+++ DATA TO PROCESS +++

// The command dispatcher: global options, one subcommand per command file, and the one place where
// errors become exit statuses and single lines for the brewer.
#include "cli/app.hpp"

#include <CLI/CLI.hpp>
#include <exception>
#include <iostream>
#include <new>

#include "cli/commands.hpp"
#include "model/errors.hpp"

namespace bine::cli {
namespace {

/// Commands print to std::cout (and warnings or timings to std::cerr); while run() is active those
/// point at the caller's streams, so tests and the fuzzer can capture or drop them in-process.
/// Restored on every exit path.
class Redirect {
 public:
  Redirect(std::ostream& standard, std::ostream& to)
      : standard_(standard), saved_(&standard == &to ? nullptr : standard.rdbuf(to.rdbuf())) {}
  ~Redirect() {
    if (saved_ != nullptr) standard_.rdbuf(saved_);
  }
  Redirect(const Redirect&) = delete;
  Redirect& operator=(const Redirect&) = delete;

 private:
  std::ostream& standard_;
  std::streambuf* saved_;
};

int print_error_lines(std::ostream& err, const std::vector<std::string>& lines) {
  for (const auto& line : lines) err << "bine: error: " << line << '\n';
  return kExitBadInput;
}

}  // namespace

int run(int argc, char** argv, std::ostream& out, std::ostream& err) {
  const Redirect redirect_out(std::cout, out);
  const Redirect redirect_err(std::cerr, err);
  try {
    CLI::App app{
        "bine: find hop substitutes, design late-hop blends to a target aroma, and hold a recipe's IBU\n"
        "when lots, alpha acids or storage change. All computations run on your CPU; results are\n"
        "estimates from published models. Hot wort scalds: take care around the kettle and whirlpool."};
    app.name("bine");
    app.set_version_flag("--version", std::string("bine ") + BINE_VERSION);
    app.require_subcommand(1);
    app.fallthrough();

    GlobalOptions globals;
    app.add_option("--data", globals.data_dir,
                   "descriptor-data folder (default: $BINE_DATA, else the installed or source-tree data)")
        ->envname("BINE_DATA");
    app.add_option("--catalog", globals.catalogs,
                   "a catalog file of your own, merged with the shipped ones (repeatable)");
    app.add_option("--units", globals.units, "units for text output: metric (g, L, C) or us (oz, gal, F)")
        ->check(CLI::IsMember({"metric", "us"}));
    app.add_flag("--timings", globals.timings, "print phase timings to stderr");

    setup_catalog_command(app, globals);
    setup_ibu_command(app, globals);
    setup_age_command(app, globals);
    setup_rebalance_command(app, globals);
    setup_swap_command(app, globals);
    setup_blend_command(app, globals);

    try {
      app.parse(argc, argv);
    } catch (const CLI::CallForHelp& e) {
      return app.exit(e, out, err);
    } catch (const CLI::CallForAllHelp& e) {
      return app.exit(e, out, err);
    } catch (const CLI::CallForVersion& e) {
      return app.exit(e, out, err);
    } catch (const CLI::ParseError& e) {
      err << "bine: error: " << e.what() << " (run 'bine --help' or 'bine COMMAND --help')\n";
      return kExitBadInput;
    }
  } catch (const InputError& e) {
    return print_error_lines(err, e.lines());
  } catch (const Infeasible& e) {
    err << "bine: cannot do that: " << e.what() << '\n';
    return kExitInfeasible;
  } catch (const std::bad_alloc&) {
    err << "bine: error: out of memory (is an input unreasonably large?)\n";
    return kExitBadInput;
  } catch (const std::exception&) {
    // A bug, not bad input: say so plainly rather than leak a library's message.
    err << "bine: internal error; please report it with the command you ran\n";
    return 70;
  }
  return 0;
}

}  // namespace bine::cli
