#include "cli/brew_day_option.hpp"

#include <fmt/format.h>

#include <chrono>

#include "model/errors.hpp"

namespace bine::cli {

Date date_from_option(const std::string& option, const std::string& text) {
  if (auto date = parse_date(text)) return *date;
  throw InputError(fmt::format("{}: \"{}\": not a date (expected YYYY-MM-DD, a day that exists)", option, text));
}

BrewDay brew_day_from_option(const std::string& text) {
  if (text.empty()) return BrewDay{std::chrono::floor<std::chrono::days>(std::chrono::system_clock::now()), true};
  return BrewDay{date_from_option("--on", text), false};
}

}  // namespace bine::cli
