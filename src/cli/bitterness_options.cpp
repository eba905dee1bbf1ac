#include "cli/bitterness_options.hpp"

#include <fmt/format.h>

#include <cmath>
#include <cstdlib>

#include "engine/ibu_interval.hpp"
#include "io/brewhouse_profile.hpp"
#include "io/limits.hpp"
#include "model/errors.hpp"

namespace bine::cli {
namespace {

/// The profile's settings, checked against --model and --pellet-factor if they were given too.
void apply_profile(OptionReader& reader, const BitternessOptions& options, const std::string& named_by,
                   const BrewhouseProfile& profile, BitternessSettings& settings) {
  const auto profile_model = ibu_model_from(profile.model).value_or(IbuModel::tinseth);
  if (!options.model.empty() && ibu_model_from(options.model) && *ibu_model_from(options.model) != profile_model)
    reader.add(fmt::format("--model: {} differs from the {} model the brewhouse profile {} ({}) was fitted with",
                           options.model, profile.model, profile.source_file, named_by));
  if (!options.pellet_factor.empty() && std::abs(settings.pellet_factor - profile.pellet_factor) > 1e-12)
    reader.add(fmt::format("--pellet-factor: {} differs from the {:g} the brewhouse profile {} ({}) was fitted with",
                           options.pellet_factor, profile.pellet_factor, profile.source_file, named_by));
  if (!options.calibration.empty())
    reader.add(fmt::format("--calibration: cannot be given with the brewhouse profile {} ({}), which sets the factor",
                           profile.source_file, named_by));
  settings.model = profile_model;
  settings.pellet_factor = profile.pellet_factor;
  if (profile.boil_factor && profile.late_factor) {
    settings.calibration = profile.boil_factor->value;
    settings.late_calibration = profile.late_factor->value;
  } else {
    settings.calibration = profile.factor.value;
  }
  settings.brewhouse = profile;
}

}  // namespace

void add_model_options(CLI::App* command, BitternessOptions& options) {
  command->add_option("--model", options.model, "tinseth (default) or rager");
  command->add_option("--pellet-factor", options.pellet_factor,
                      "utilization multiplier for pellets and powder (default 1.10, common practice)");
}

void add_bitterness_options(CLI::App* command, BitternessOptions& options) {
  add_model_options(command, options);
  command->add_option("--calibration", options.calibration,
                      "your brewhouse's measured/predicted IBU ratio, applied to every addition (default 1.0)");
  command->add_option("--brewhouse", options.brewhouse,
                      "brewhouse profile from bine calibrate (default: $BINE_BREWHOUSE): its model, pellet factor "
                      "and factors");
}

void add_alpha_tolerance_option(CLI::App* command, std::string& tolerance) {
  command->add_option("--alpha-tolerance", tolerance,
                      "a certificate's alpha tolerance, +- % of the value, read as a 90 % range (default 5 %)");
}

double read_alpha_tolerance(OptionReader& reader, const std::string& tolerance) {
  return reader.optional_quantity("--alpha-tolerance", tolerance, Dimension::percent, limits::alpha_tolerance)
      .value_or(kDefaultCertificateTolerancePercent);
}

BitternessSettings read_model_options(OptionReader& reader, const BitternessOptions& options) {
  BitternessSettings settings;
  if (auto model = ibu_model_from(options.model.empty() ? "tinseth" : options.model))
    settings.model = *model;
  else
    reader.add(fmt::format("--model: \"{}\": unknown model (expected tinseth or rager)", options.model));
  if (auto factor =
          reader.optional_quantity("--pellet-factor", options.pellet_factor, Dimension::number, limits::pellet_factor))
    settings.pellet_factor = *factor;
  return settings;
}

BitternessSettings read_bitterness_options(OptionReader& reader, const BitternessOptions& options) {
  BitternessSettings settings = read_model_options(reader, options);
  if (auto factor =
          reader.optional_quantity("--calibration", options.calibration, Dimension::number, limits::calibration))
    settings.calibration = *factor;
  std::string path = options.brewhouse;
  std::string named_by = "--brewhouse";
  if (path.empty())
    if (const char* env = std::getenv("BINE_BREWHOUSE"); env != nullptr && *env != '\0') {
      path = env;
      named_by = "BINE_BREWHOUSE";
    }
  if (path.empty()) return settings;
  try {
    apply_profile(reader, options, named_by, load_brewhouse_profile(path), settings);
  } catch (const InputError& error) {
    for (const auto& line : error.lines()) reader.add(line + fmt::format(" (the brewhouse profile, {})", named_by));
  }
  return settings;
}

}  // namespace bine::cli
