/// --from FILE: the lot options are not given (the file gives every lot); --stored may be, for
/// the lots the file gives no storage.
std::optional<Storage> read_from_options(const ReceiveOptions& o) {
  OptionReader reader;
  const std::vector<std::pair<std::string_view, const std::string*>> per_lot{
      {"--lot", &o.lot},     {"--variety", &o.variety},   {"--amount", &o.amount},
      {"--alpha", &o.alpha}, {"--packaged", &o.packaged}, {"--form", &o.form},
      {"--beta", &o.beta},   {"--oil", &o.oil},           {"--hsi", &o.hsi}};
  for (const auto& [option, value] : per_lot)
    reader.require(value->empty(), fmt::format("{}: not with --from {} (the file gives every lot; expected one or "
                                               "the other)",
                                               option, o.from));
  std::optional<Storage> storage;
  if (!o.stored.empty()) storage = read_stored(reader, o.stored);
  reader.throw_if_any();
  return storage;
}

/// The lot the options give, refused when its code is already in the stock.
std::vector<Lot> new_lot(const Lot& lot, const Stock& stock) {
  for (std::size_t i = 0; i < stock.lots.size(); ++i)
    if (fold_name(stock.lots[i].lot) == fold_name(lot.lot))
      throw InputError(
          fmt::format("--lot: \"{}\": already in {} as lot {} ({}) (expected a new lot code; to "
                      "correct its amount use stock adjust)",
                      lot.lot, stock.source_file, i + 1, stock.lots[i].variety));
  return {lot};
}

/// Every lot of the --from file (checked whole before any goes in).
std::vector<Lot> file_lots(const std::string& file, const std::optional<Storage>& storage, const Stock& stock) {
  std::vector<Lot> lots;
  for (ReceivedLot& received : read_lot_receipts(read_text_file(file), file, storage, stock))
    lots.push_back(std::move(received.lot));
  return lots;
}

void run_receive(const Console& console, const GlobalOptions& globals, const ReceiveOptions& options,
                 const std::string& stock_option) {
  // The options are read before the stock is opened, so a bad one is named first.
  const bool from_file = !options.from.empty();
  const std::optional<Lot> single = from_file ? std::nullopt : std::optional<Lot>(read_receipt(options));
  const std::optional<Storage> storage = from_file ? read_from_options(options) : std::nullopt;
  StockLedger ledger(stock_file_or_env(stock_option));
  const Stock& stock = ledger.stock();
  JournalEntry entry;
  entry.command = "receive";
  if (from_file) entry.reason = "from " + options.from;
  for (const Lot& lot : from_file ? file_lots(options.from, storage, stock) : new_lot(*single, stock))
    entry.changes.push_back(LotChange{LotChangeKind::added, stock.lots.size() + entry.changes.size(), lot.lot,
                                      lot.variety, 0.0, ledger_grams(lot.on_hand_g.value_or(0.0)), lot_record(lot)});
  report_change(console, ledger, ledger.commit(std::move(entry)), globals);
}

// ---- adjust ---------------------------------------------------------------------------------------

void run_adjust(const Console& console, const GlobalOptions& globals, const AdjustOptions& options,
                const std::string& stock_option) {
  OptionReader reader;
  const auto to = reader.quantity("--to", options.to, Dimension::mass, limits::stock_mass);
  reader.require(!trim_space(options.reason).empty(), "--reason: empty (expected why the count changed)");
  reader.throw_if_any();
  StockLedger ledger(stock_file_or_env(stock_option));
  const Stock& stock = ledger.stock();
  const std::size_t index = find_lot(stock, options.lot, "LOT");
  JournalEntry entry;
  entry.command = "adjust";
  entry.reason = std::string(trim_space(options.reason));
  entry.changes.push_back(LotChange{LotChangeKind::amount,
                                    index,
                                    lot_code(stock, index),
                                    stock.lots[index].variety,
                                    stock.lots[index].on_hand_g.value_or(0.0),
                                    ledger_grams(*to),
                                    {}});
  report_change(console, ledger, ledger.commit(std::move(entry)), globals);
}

+++

PROBLEM STATEMENT:
Count how many lines in the listing contain the string "auto". Only that number should be given.

ANSWER AREA:
9